Global organizations are spending nearly four times more budget on property-related risks than cyber risks, according to a report released on Tuesday by the Ponemon Institute and sponsored by Aon plc.
The 2017 Cyber Risk Transfer Comparison Global Report also found that organizations now believe that their cyber assets are more valuable than plant, property and equipment (PP&E) assets, even though they are spending four times more budget on insurance protecting the latter risks. The global survey was based on a consolidated sampling frame composed of 60,220 individuals in North America, Europe, the Middle East, Africa, Asia Pacific and Latin America.
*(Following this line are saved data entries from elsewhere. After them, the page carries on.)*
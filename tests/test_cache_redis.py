"""Cached curve answers in a real Redis (``REDIS_URL``), invalidated by every data change.

lcstore/settings.py picks Django's built-in Redis backend
(``django.core.cache.backends.redis.RedisCache``, Django 4.0+ docs, "Redis" under
"Setting up the cache") when ``REDIS_URL`` is set. The tests below run the settings
file under that variable and use the cache configuration it produces, against the
Redis server of ``LCSTORE_TEST_REDIS_URL`` (default db 14 of 127.0.0.1:6379). Each
test writes only keys under its own KEY_PREFIX and deletes them afterwards; the
database is never flushed, so concurrent runs do not disturb each other. Skipped
when no Redis answers.
"""

from __future__ import annotations

import os
import pickle
import runpy
import secrets
from collections.abc import Iterator
from pathlib import Path
from typing import Any

import pytest
import redis
from django.test import override_settings

ROOT = Path(__file__).resolve().parent.parent
REDIS_URL = os.environ.get("LCSTORE_TEST_REDIS_URL", "redis://127.0.0.1:6379/14")
URL = "/api/v1/sources/tarn-7/lightcurve/?bands=r&bin=1d&format=csv"
BASE = dict(
    source="tarn-7",
    band="r",
    value_unit="mJy",
    time_format="mjd",
    time_scale="tdb",
    time_reference="BARYCENTER",
)


def _settings_caches(monkeypatch: pytest.MonkeyPatch, redis_url: str | None) -> dict[str, Any]:
    if redis_url is None:
        monkeypatch.delenv("REDIS_URL", raising=False)
    else:
        monkeypatch.setenv("REDIS_URL", redis_url)
    return runpy.run_path(str(ROOT / "lcstore" / "settings.py"))["CACHES"]


def test_redis_url_selects_djangos_redis_backend(monkeypatch):
    caches = _settings_caches(monkeypatch, "redis://cache.example.org:6379/3")
    assert caches["default"]["BACKEND"] == "django.core.cache.backends.redis.RedisCache"
    assert caches["default"]["LOCATION"] == "redis://cache.example.org:6379/3"


def test_without_redis_url_the_cache_is_local_memory(monkeypatch):
    caches = _settings_caches(monkeypatch, None)
    assert caches["default"]["BACKEND"] == "django.core.cache.backends.locmem.LocMemCache"


@pytest.fixture
def redis_cache(monkeypatch: pytest.MonkeyPatch) -> Iterator[tuple[redis.Redis, str]]:
    """The settings' Redis cache, with a prefix of this test's own; the raw client."""
    raw = redis.Redis.from_url(REDIS_URL, socket_connect_timeout=1, socket_timeout=5)
    try:
        raw.ping()
    except redis.exceptions.ConnectionError as exc:
        pytest.skip(f"no Redis answers at {REDIS_URL}: {exc}")
    caches = _settings_caches(monkeypatch, REDIS_URL)
    prefix = f"lcstore-test-{os.getpid()}-{secrets.token_hex(4)}"
    caches["default"]["KEY_PREFIX"] = prefix
    try:
        with override_settings(CACHES=caches):
            yield raw, prefix
    finally:
        for key in raw.scan_iter(match=f"{prefix}:*"):
            raw.delete(key)
        raw.close()


def _answer_keys(raw: redis.Redis, prefix: str) -> set[bytes]:
    # Django's RedisCache stores "<KEY_PREFIX>:<VERSION>:<key>"; api/cache.py's keys
    # start "lcstore:answer:".
    return set(raw.scan_iter(match=f"{prefix}:1:lcstore:answer:*"))


def test_cached_answer_is_served_from_redis_and_invalidated(
    redis_cache, catalogue, contributor, curator, client_for, upload_file
):
    from django.conf import settings
    from django.core.cache import caches
    from django.core.cache.backends.redis import RedisCache

    from lcstore.models import Instrument

    raw, prefix = redis_cache
    assert isinstance(caches["default"], RedisCache)

    c = client_for(contributor)
    second = Instrument.objects.create(
        slug="fern-0p6",
        name="Fern 0.6 m",
        kind="ground",
        site_lon=10.0,
        site_lat=45.0,
        site_height=500.0,
        default_time_format="mjd",
        default_time_scale="tdb",
        default_time_reference="BARYCENTER",
    )
    r1 = "time,value,error\n60000.1,1.0,0.1\n60000.2,1.2,0.2\n60001.1,2.0,0.1\n"
    r2 = "time,value,error\n60001.6,2.2,0.1\n60002.5,3.0,0.3\n"
    assert upload_file(c, r1, "r1.csv", instrument="hollow-hill-1m", **BASE).status_code == 201
    assert upload_file(c, r2, "r2.csv", instrument=second.slug, **BASE).status_code == 201

    # A miss computes the answer and stores it in Redis, with the configured lifetime.
    first = c.get(URL)
    assert first.status_code == 200 and first["X-Lcstore-Cache"] == "miss"
    keys = _answer_keys(raw, prefix)
    assert len(keys) == 1
    (key,) = keys
    body, ctype = pickle.loads(raw.get(key))
    assert body == first.content and ctype.startswith("text/csv")
    assert 0 < raw.ttl(key) <= settings.LCSTORE_CACHE_SECONDS

    again = c.get(URL)
    assert again["X-Lcstore-Cache"] == "hit" and again.content == first.content

    # The hit comes from Redis: what Redis holds under the key is what is served.
    raw.set(key, pickle.dumps((b"band,time\nplanted,0\n", ctype)), keepttl=True)
    planted = c.get(URL)
    assert planted["X-Lcstore-Cache"] == "hit" and planted.content == b"band,time\nplanted,0\n"
    raw.delete(key)
    rebuilt = c.get(URL)
    assert rebuilt["X-Lcstore-Cache"] == "miss" and rebuilt.content == first.content

    # A new upload changes the source's data version: a new key, a fresh answer.
    late_csv = "time,value,error\n60005.5,9.0,0.1\n"
    late = upload_file(c, late_csv, "late.csv", instrument="hollow-hill-1m", **BASE)
    assert late.status_code == 201
    after_upload = c.get(URL)
    assert after_upload["X-Lcstore-Cache"] == "miss"
    assert after_upload.content.decode().splitlines()[-1].startswith("r,60005.5,")
    assert len(_answer_keys(raw, prefix)) == 2
    assert c.get(URL)["X-Lcstore-Cache"] == "hit"

    # A retraction moves the version again; the answer is the one before the upload.
    r = c.post(f"/api/v1/uploads/{late.json()['id']}/retract/", {"reason": "test"}, format="json")
    assert r.status_code == 200, r.content
    after_retraction = c.get(URL)
    assert after_retraction["X-Lcstore-Cache"] == "miss"
    assert after_retraction.content == first.content
    assert len(_answer_keys(raw, prefix)) == 3

    # A curated change (a calibration offset for one telescope) moves the catalogue version.
    r = client_for(curator).post(
        "/api/v1/calibration-offsets/",
        {"instrument": "fern-0p6", "band": "r", "factor": 0.5},
        format="json",
    )
    assert r.status_code == 201, r.content
    after_curation = c.get(URL)
    assert after_curation["X-Lcstore-Cache"] == "miss"
    assert after_curation.content != first.content
    assert len(_answer_keys(raw, prefix)) == 4
    assert c.get(URL)["X-Lcstore-Cache"] == "hit"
The final sample consisted of 2,168 surveys.
“This unique cyber study found a serious disconnect in risk management,” said Dr. Larry Ponemon, chairman and founder of the Ponemon Institute, a privacy, data protection and information security research firm. “What’s interesting is that the majority of companies cover plant, property and equipment losses, insuring an average of 59 per cent and self-insuring 28 per cent,” Dr. Ponemon said in a press release from Aon. “Cyber is almost the opposite, as companies are insuring an average of 15 per cent and self-insuring 59 per cent.”
While the majority of surveyed respondents found that cyber insurance was “inadequate to meet the needs of their organization, too expensive and has too many exclusions,” 46% reported a data breach in the last two years, with an average financial impact of US$3.6 million. Based on data breaches and security exploits experienced by the surveyed organizations, the greatest threats are business process failures that caused disruption to business operations as well as cyberattacks that caused disruption to both business and IT operations, Aon said in the release. Looking ahead, 65% of organizations expect their cyber risk exposure to increase in the next two years.
“This study compared the relative insurance protection of certain tangible versus intangible assets,” added Kevin Kalinich, cyber/network global practice leader with Aon Risk Solutions. “We have found that most organizations spend multiples more premium for fire insurance, for example, than for cyber insurance, even though they state in their publicly disclosed documents that a majority of the organization’s value is attributed to intangible assets.”
Other findings included:
The impact of business disruption to cyber assets is 72% greater than to PP&E assets;
Organizations valued cyber assets 14% more than PP&E;
Quantification of probable maximum loss from cyber assets is 27% higher than from PP&E assets;
Sixty-three per cent of companies that experienced a data breach in the last two years are now “more concerned than before” about their cyber liability;
Eighty-two per cent of companies have access to cybersecurity forensic experts in the event of a data breach; and
Thirty-six per cent of respondents say their organizations do not have to disclose a material loss that is not covered by insurance in their financial statements, but if they do, 41% said they would include it in a footnote of a financial report.